#### EXERCISE INSTRUCTIONS
In the data, extract each line that holds the string "most".

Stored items
+ + + +

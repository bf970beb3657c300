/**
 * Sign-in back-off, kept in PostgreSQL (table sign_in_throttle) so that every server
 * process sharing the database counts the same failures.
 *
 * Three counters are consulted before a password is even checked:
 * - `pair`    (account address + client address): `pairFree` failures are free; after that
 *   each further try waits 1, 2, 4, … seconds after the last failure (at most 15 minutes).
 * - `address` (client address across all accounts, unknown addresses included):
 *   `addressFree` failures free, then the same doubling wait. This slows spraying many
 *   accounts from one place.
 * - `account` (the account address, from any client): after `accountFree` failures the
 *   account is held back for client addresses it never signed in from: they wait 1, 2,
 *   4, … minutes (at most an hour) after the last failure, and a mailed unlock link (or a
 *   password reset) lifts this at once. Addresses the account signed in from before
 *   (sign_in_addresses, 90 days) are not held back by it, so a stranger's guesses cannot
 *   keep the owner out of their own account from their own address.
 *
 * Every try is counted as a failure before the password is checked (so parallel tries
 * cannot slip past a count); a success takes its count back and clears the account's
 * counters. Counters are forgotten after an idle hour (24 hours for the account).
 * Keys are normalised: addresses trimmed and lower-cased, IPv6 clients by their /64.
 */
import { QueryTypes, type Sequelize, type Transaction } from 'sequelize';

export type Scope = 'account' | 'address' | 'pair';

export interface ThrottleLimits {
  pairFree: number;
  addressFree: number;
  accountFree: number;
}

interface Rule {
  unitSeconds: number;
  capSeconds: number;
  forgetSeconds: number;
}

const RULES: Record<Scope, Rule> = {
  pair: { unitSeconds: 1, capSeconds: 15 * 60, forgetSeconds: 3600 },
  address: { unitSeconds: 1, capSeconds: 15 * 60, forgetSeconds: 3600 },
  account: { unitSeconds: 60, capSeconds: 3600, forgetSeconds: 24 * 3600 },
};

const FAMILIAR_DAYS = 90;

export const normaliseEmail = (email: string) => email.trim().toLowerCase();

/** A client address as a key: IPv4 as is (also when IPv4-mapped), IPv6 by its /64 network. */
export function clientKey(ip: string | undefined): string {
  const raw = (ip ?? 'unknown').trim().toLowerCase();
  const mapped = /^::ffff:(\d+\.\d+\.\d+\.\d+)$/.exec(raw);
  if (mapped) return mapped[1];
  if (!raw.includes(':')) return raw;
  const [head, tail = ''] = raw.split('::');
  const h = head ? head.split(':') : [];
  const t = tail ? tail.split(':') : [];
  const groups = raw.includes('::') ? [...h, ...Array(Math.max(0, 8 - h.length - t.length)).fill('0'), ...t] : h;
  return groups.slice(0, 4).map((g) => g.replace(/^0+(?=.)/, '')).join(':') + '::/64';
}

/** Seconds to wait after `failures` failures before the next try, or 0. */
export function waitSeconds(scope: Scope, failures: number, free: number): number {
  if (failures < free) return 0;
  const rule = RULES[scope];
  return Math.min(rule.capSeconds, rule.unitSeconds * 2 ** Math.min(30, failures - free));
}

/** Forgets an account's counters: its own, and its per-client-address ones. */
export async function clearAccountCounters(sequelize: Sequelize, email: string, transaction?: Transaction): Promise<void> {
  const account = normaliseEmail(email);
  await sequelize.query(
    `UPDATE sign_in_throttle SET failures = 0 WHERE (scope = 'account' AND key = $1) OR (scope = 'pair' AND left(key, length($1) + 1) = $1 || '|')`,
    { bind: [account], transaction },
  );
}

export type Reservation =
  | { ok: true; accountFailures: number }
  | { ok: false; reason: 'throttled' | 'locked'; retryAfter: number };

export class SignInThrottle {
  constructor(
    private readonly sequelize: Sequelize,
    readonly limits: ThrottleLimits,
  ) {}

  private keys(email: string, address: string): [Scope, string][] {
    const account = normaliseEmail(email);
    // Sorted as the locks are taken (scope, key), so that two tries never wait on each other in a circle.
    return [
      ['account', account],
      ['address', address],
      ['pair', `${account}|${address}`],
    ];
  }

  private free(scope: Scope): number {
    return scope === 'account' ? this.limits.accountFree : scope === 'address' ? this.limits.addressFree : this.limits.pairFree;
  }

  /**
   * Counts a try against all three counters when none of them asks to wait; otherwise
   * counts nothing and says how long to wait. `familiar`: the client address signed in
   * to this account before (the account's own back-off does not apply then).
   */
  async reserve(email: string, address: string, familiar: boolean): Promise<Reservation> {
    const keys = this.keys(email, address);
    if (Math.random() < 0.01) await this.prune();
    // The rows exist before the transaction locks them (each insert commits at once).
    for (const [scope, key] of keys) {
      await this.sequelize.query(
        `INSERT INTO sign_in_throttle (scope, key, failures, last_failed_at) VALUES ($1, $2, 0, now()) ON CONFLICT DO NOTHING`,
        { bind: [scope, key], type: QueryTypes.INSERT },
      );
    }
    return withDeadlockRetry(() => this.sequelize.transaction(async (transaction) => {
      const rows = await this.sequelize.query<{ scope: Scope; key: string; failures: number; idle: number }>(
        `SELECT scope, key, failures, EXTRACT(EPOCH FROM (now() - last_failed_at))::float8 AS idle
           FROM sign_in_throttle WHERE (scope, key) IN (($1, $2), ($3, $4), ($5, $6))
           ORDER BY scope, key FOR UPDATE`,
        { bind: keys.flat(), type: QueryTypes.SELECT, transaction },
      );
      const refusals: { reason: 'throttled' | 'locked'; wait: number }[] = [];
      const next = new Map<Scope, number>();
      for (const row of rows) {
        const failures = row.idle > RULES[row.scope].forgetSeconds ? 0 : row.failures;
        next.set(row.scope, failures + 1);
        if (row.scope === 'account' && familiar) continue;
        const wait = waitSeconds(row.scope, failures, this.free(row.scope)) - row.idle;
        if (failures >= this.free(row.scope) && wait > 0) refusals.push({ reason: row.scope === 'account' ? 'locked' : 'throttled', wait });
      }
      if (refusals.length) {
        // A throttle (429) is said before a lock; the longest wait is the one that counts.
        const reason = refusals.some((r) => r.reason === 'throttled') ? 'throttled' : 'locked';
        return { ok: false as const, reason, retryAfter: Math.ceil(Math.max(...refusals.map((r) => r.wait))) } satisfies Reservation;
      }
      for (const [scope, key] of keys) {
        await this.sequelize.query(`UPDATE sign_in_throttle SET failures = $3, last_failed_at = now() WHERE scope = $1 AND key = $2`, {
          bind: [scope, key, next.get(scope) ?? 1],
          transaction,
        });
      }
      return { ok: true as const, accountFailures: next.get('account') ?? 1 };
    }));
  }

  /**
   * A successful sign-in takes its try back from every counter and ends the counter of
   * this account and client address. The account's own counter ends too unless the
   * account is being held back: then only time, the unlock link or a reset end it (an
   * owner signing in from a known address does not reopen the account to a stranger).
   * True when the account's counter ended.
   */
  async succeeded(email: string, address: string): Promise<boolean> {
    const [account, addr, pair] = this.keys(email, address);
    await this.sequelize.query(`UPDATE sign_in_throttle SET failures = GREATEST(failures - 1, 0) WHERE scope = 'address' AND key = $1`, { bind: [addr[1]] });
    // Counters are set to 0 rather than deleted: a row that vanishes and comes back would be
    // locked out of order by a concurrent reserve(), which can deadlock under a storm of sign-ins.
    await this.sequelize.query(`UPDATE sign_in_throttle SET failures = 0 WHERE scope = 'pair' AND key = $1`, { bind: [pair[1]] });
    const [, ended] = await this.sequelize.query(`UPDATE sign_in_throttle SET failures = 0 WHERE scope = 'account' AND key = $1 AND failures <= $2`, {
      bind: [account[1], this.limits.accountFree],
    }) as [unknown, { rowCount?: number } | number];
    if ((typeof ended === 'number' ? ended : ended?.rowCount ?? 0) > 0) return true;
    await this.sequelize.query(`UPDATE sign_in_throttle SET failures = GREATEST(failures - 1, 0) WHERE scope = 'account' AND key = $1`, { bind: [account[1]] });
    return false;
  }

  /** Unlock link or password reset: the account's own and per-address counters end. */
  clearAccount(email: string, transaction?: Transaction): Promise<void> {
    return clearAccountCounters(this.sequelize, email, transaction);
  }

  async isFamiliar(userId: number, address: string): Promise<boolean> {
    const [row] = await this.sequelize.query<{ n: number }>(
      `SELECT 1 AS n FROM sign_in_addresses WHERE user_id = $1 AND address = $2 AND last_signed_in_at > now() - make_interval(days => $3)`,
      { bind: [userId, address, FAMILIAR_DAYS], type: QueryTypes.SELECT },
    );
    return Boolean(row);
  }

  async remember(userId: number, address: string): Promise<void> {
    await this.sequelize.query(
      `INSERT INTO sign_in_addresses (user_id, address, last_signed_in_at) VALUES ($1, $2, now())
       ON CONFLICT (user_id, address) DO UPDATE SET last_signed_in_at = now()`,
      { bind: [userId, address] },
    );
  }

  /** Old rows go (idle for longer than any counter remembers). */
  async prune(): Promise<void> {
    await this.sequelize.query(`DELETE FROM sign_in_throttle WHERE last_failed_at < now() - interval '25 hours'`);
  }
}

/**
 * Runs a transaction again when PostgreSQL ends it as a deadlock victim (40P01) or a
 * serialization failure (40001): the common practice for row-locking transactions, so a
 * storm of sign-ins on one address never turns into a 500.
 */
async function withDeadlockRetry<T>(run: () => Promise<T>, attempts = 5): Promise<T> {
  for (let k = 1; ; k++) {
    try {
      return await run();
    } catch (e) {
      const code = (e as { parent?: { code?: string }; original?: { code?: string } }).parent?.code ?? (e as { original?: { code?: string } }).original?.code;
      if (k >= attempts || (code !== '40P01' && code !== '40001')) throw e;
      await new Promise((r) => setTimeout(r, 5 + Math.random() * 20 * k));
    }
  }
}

+ + + +

#### WRITTEN SOLUTION
 *   each further try waits 1, 2, 4, … seconds after the last failure (at most 15 minutes).
 *   4, … minutes (at most an hour) after the last failure, and a mailed unlock link (or a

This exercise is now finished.